Feynman cautions the audience that they may not understand what he will be saying. Not because of technical difficulty, but because they may be unable to believe it, unable to accept what he is saying. "The theory of quantum electrodynamics describes Nature as absurd from the point of view of common sense. And it fully agrees with experiment. So I hope you can accept Nature as She is - absurd."
I long had this problem. I wanted to understand why, in addition to how nature works. I wanted some philosophical understanding, some underlying meaning. I have come to accept that the fundamental laws (rules, behavior, whatever) of physics are not intuitive, but are incomprehensible in terms of common sense.

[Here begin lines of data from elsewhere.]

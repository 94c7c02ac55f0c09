package chem

import (
	"errors"
	"fmt"
	"math"
)

// A Dist is the distribution of a quantity that isn't known exactly. Quantile
// returns the value that a share p of all values, 0 < p < 1, lies below, so
// that the same p gives the same cautious or lucky value in two plans that are
// compared (common random numbers). The distributions of this package sample
// without allocation and to the same bit on every machine.
type Dist interface {
	Quantile(p float64) float64
	Mean() float64
	SD() float64
}

// Exactly is a value that is known.
type Exactly float64

// Quantile returns the value.
func (e Exactly) Quantile(float64) float64 { return float64(e) }

// Mean returns the value.
func (e Exactly) Mean() float64 { return float64(e) }

// SD returns 0.
func (e Exactly) SD() float64 { return 0 }

// Normal is the normal distribution.
type Normal struct{ mean, sd float64 }

// NewNormal returns the normal distribution with this mean and standard
// deviation, which must be 0 or more.
func NewNormal(mean, sd float64) (Normal, error) {
	if !Finite(mean) || !Finite(sd) || sd < 0 {
		return Normal{}, fmt.Errorf("normal distribution: mean %v, standard deviation %v; want numbers, the second 0 or more", mean, sd)
	}
	return Normal{mean, sd}, nil
}

// Quantile returns the value that a share p lies below.
func (n Normal) Quantile(p float64) float64 { return n.mean + float64(n.sd*standardQuantile(p)) }

// Mean returns the mean.
func (n Normal) Mean() float64 { return n.mean }

// SD returns the standard deviation.
func (n Normal) SD() float64 { return n.sd }

// Uniform is the distribution with the same chance everywhere between two ends.
type Uniform struct{ low, high float64 }

// NewUniform returns the uniform distribution between low and high.
func NewUniform(low, high float64) (Uniform, error) {
	if !Finite(low) || !Finite(high) || low > high {
		return Uniform{}, fmt.Errorf("uniform distribution: from %v to %v; want two numbers in rising order", low, high)
	}
	return Uniform{low, high}, nil
}

// Quantile returns the value that a share p lies below.
func (u Uniform) Quantile(p float64) float64 { return u.low + float64((u.high-u.low)*p) }

// Mean returns the middle.
func (u Uniform) Mean() float64 { return u.low/2 + u.high/2 }

// SD returns the standard deviation, the width over √12.
func (u Uniform) SD() float64 { return (u.high - u.low) / math.Sqrt(12) }

// Triangular is the distribution that rises to a most likely value and falls
// from it, in straight lines.
type Triangular struct{ low, likely, high float64 }

// NewTriangular returns the triangular distribution from low to high with its
// peak at likely.
func NewTriangular(low, likely, high float64) (Triangular, error) {
	if !Finite(low) || !Finite(likely) || !Finite(high) || likely < low || high < likely {
		return Triangular{}, fmt.Errorf("triangular distribution: %v, %v, %v; want three numbers in rising order", low, likely, high)
	}
	return Triangular{low, likely, high}, nil
}

// Quantile returns the value that a share p lies below.
func (t Triangular) Quantile(p float64) float64 {
	width, rise, fall := t.high-t.low, t.likely-t.low, t.high-t.likely
	if width == 0 {
		return t.low
	}
	if p*width < rise {
		return t.low + math.Sqrt(float64(float64(width*rise)*p))
	}
	return t.high - math.Sqrt(float64(float64(width*fall)*(1-p)))
}

// Mean returns the mean.
func (t Triangular) Mean() float64 { return (t.low + t.likely + t.high) / 3 }

// SD returns the standard deviation.
func (t Triangular) SD() float64 {
	a, b, c := t.low-t.likely, t.high-t.likely, t.high-t.low
	return math.Sqrt(float64(a*a)/36 + float64(b*b)/36 + float64(c*c)/36)
}

// LogNormal is the distribution of a positive quantity whose logarithm is
// normal: factors and losses that can't fall below nothing.
type LogNormal struct{ mu, sigma float64 }

// NewLogNormal returns the log-normal distribution with this mean, more than 0,
// and standard deviation, 0 or more, of the quantity itself.
func NewLogNormal(mean, sd float64) (LogNormal, error) {
	if !(mean > 0) || !Finite(mean) || !(sd >= 0) || !Finite(sd) {
		return LogNormal{}, fmt.Errorf("log-normal distribution: mean %v, standard deviation %v; want numbers more than 0", mean, sd)
	}
	ratio := sd / mean
	variance := portableLog(1 + float64(ratio*ratio))
	return LogNormal{portableLog(mean) - variance/2, math.Sqrt(variance)}, nil
}

// Quantile returns the value that a share p lies below.
func (l LogNormal) Quantile(p float64) float64 {
	return portableExp(l.mu + float64(l.sigma*standardQuantile(p)))
}

// Mean returns the mean.
func (l LogNormal) Mean() float64 { return portableExp(l.mu + float64(l.sigma*l.sigma)/2) }

// SD returns the standard deviation.
func (l LogNormal) SD() float64 {
	return float64(l.Mean() * math.Sqrt(portableExp(float64(l.sigma*l.sigma))-1))
}

// Bernoulli is 1 with a chance and 0 without it.
type Bernoulli float64

// NewBernoulli returns the distribution that is 1 with chance p, 0 ≤ p ≤ 1.
func NewBernoulli(p float64) (Bernoulli, error) {
	if !(p >= 0 && p <= 1) {
		return 0, fmt.Errorf("chance %v: want 0 to 1", p)
	}
	return Bernoulli(p), nil
}

// Quantile returns 1 for the upper share of p, 0 for the rest.
func (b Bernoulli) Quantile(p float64) float64 {
	if p > 1-float64(b) {
		return 1
	}
	return 0
}

// Mean returns the chance.
func (b Bernoulli) Mean() float64 { return float64(b) }

// SD returns the standard deviation.
func (b Bernoulli) SD() float64 { return math.Sqrt(float64(b) * (1 - float64(b))) }

// Clipped is a distribution cut off at two ends and spread over what is left, as
// for a share that stays between 0 and 1.
type Clipped struct {
	of            Dist
	low, high     float64
	below, inside float64 // share of the whole that lies below low; between the ends
	mean, sd      float64
}

// NewClipped returns d between low and high. It fails where d has next to
// nothing there.
func NewClipped(d Dist, low, high float64) (Clipped, error) {
	if !(low < high) {
		return Clipped{}, fmt.Errorf("clipped distribution: from %v to %v; want two numbers in rising order", low, high)
	}
	c := Clipped{of: d, low: low, high: high}
	c.below = shareBelow(d, low)
	c.inside = shareBelow(d, high) - c.below
	if c.inside < 1e-6 {
		return Clipped{}, fmt.Errorf("clipped distribution: next to nothing lies between %v and %v", low, high)
	}
	c.mean, c.sd = moments(c)
	return c, nil
}

// Quantile returns the value that a share p lies below.
func (c Clipped) Quantile(p float64) float64 {
	x := c.of.Quantile(c.below + float64(c.inside*p))
	return min(max(x, c.low), c.high)
}

// Mean returns the mean.
func (c Clipped) Mean() float64 { return c.mean }

// SD returns the standard deviation.
func (c Clipped) SD() float64 { return c.sd }

// shareBelow inverts the quantile by halving.
func shareBelow(d Dist, x float64) float64 {
	low, high := 0.0, 1.0
	for high-low > 1e-12 {
		p := (low + high) / 2
		if d.Quantile(p) < x {
			low = p
		} else {
			high = p
		}
	}
	return (low + high) / 2
}

// moments integrates a distribution over its quantiles at 4096 middles.
func moments(d Dist) (mean, sd float64) {
	const n = 4096
	for i := range n {
		mean += d.Quantile((float64(i) + 0.5) / n)
	}
	mean /= n
	var square float64
	for i := range n {
		off := d.Quantile((float64(i)+0.5)/n) - mean
		square += float64(off * off)
	}
	return mean, math.Sqrt(square / n)
}

// A Stream is an endless row of random numbers that belongs to one seed and one
// name. Number i can be asked for in any order, and is the same whatever else
// is drawn: two plans that share a bottle share its luck.
type Stream uint64

// NewStream returns the stream of a name under a seed.
func NewStream(seed uint64, name string) Stream {
	h := uint64(14695981039346656037) // FNV-1a, 64 bit
	for i := range len(name) {
		h = (h ^ uint64(name[i])) * 1099511628211
	}
	return Stream(scramble(scramble(seed) ^ h))
}

// Uniform returns number i of the stream, between 0 and 1 and neither.
func (s Stream) Uniform(i int) float64 {
	bits := scramble(uint64(s)+uint64(i)*0x9e3779b97f4a7c15) >> 11 // 53 bits
	return (float64(bits) + 0.5) * 0x1p-53
}

// Draw returns number i of the stream as drawn from d.
func (s Stream) Draw(d Dist, i int) float64 { return d.Quantile(s.Uniform(i)) }

// scramble is the output function of SplitMix64: G. L. Steele, D. Lea and
// C. H. Flood, OOPSLA 2014, with the constants of D. Stafford's variant 13.
func scramble(z uint64) uint64 {
	z += 0x9e3779b97f4a7c15
	z = (z ^ z>>30) * 0xbf58476d1ce4e5b9
	z = (z ^ z>>27) * 0x94d049bb133111eb
	return z ^ z>>31
}

// errNoDraws is the cause where a propagation is asked for no draws.
var errNoDraws = errors.New("number of draws must be 2 or more")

To appreciate Feynman's QED lectures, you must have patience, some commitment (its not really difficult), but more than anything else you need a willingness to set aside disbelief and simply listen to a physicist talk about quantum electrodynamics. A willingness to accept that nature refuses to be understood. Analyzed, dissected, mathematically described (in a probabilistic sense), but not fundamentally understood. QED.
I am largely unsatisfied by books for laymen on quantum physics, string theory, cosmology, and the like. My background includes some physics and I find that a bit of mathematics is more helpful than a great many analogies, no matter how cleverly constructed. QED should have been disappointing. But I gave it five stars.
Feynman did not rely on analogies. He talks physics and experiments. Feynman had a wonderful clarity of thought, an ability to explain advanced physics, and all with a sense of humor. No math symbols, no complex numbers, no matrices, no wave mechanics, no advanced probability analysis - just simple addition of little arrows that shrink and turn.
Feynman was unpredictable. He saw the world in unexpected ways. In a footnote he mentions that Heisenberg's uncertainty principle is really no longer a necessary construct. "If you can get rid of all the old-fashioned ideas and instead use the ideas that I am explaining in these lectures - adding arrows for all the ways an event can happen - there is no need for an uncertainty principle." Heisenberg relegated to a footnote!
The casual reader may find some short sections a bit strenuous, particularly some of the more involved manipulations of arrows, but stay with it. As Feynman points out in the preface, these lectures represent physics accurately without distortions for simplicity. Nothing would need to be unlearned if you later majored in physics. Think about it. QED may lead you down a path heretofore not taken.